Der Arbeitgeber muss im Einzelfall geeignete, erforderliche und angemessene Maßnahmen ergreifen, wenn Beschäftigte gegen das Benachteiligungsverbot verstoßen. In Betracht kommen arbeitsrechtliche Maßnahmen von der Abmahnung über die Umsetzung, Versetzung bis hin zur Kündigung.

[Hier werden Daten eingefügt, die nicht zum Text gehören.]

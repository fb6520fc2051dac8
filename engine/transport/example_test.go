package transport_test

import (
	"fmt"
	"math"

	"drawsift/engine/thermo"
	"drawsift/engine/transport"
)

// A 1 mol/L van 't Hoff draw (ν = 2) against pure water through a membrane
// with A = 1 LMH/bar, B = 0.3 LMH and S = 500 µm, both orientations, with
// external CP on both faces. Js/Jw = B/(A·ν·R·T) = 6.05 mol/m³ either way
// (Phillip et al. 2010).
func ExampleSolve() {
	const rt = thermo.GasConstant * 298.15 // J/mol at 25 °C
	vantHoff := func(c float64) (float64, float64) { return 2 * rt * c, 2 * rt }
	for _, ori := range []transport.Orientation{transport.ALFS, transport.ALDS} {
		in := &transport.Input{
			AMPerSPa:    1 * thermo.MPerSPaPerLMHPerBar,
			SM:          500e-6,
			Orientation: ori,
			KDrawMPerS:  5e-5, KFeedMPerS: 5e-5,
			Species: []transport.Species{{Name: "NaCl-like", DrawBulkMolPerM3: 1000,
				BMPerS: 0.3 * thermo.MPerSPerLMH, DM2PerS: 1.47e-9, Pi: vantHoff}},
		}
		r, err := transport.Solve(in)
		if err != nil {
			fmt.Println(err)
			continue
		}
		fmt.Printf("%v: Jw = %.4g LMH, Js = %.4g mmol/(m² h), Js/Jw = %.4g mol/m³\n", ori,
			r.JwMPerS/thermo.MPerSPerLMH, r.JsMolPerM2S*thermo.MmolPerM2HPerMolPerM2S, r.JsMolPerM2S/r.JwMPerS)
	}
	_, err := transport.Solve(&transport.Input{AMPerSPa: -1, SM: 1e-4, KDrawMPerS: math.Inf(1), KFeedMPerS: math.Inf(1)})
	fmt.Println(err)
	// Output:
	// AL-FS: Jw = 13.11 LMH, Js = 79.34 mmol/(m² h), Js/Jw = 6.051 mol/m³
	// AL-DS: Jw = 33.19 LMH, Js = 200.8 mmol/(m² h), Js/Jw = 6.051 mol/m³
	// membrane.a_lmh_per_bar = -3.6e+11: must be > 0 and ≤ 360 LMH/bar
}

Verstoßen Dritte (zum Beispiel Kunden) gegenüber den Beschäftigten gegen das Benachteiligungsverbot, ist der Arbeitgeber zum Schutz der Mitarbeiter dazu verpflichtet, ebenfalls im Einzelfall geeignete, erforderliche und angemessene Maßnahmen zu treffen.

Bekanntmachungspflicht durch Aushang/Auslegung nach § 12 AGG

Das AGG und § 61b des Arbeitsgerichtsgesetzes sowie Informationen über die zuständigen Stellen, die Beschwerden behandeln, müssen im Betrieb oder der Dienststelle durch Aushang oder Auslage an geeigneter Stelle oder durch den Einsatz von Informationstechnik (Bsp. Intranet) bekannt gemacht werden.

Beschwerderecht nach § 13 AGG

Die Beschäftigten haben das Recht, sich bei den zuständigen Stellen des Betriebs, des Unternehmens oder der Dienststelle zu beschweren, wenn sie sich im Zusammenhang mit ihrem Beschäftigungsverhältnis vom Arbeitgeber, von Vorgesetzten, anderen Beschäftigten oder Dritten wegen eines in § 1 genannten Grundes benachteiligt fühlen.

Prüfungspflicht und Bescheidungspflicht nach § 13

Die Beschwerde ist zu prüfen und das Ergebnis dem/der Beschwerde führenden Beschäftigten mitzuteilen.

Maßregelungsverbot nach § 16

    Der Arbeitgeber darf Beschäftigte nicht benachteiligen,

  • die sich auf Rechte berufen, welche sich aus dem AGG ergeben.
  • die sich weigern, eine gegen das AGG verstoßende Anweisung auszuführen.

Dasselbe gilt für Personen, die den Beschäftigten hierbei unterstützen oder als Zeuginnen oder Zeugen aussagen.

Soziale Verantwortung nach § 17

Der Arbeitgeber ist aufgefordert, im Rahmen seiner Aufgaben und Handlungsmöglichkeiten an der Verwirklichung der allgemeinen Gleichbehandlung mitzuwirken.